The primitive combinator =bind permits applying parsers in sequence and offers a way to access their intermediate results. =plus lets us combine parsers in a non-deterministic way while =or and =and are deterministic alternatives. =if allows for conditional application of parsers.

=let*: Syntax for lispers

The =let* macro offers a lispy syntax for =bind. It binds the results of a sequence of parsers to variables and unless any parser fails runs the body parsers. It also understands the special symbol _ (underscore) to signify ignorable bindings, where ignorable means that no symbol shall be bound to the value of a given parser (=let* nevertheless requires the parser to succeed).

The syntax of =let* is as follows:

(=let* ((symbol parser)*) parser*)

Error handling

=fail simply always fails. It optionally accepts expressions to be evaluated at failure. Those expressions are permitted to call get-input-position, which can be used to determine where a failure occurred.

Two other error handling facilities =handler-case and =restart-case do what their names suggest. Instead of forms to be evaluated, every case clause accepts parsers to be run.

More combinators

=when and =unless behave like =if with an implicit progn and no else clause.
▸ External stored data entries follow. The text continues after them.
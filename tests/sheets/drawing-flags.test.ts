import { expect, test } from 'vitest';
import { pressureDecimals } from '../../src/sheets/drawing/flags.ts';

test.each([
  [[200, 192, 20], 1],
  [[200, 192, 1.5], 2],
  [[32, 29.7, 31.5], 1],
  [[10, 99.9], 1],
  [[9.99, 300], 2],
  [[0.25, 1], 3],
  [[0.0001, 1], 4],
  [[], 1],
])('of pressures %j all have the decimals that the lowest needs', (pressures, decimals) => {
  expect(pressureDecimals(pressures)).toBe(decimals);
});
Just like when and unless in Common Lisp.

=not takes one parser and, if it would fail, consumes and returns the next item from input.

=prog1 and =prog2 behave like =and but return the result of the first or second parser respectively. =maybe applies a parser and succeeds even if the parser fails. =list also behaves like =and but collects all results in a list.

=satisfies applies (=item) but only succeeds when the result returned by (=item) satisfies a given predicate. =eql, =one-of, =none-of and =range are like =satisfies but require the result returned by (=item) to be eql to a given value, eql to one or none of the values in a given list or to be inside a range defined by a predicate and a lower and upper bound respectively.

=one-or-more, =zero-or-more, =one-to, =zero-to, =at-least and =exactly do as their names suggest and apply parsers multiple times in various variants.

=funcall applies a parser and returns the result of a given function called on the parsers result.

Parsers for character input

=character behaves like =eql but uses char= instead of eql. =string is similar too as it parses a given string or fails. =string-of parses a string of characters parsed by a given parser.

=whitespace and =skip-whitespace parse or skip characters commonly considered as whitespace respectively. =newline parses the newline character and =line parses a string of characters terminated by newline or end of input.

Parsers for numerals

=digit parses a number from a digit character. =natural-number and =integer-number both parse numbers from numeral strings while the latter also understands a leading dash for negativity. All three parses accept an optional radix argument.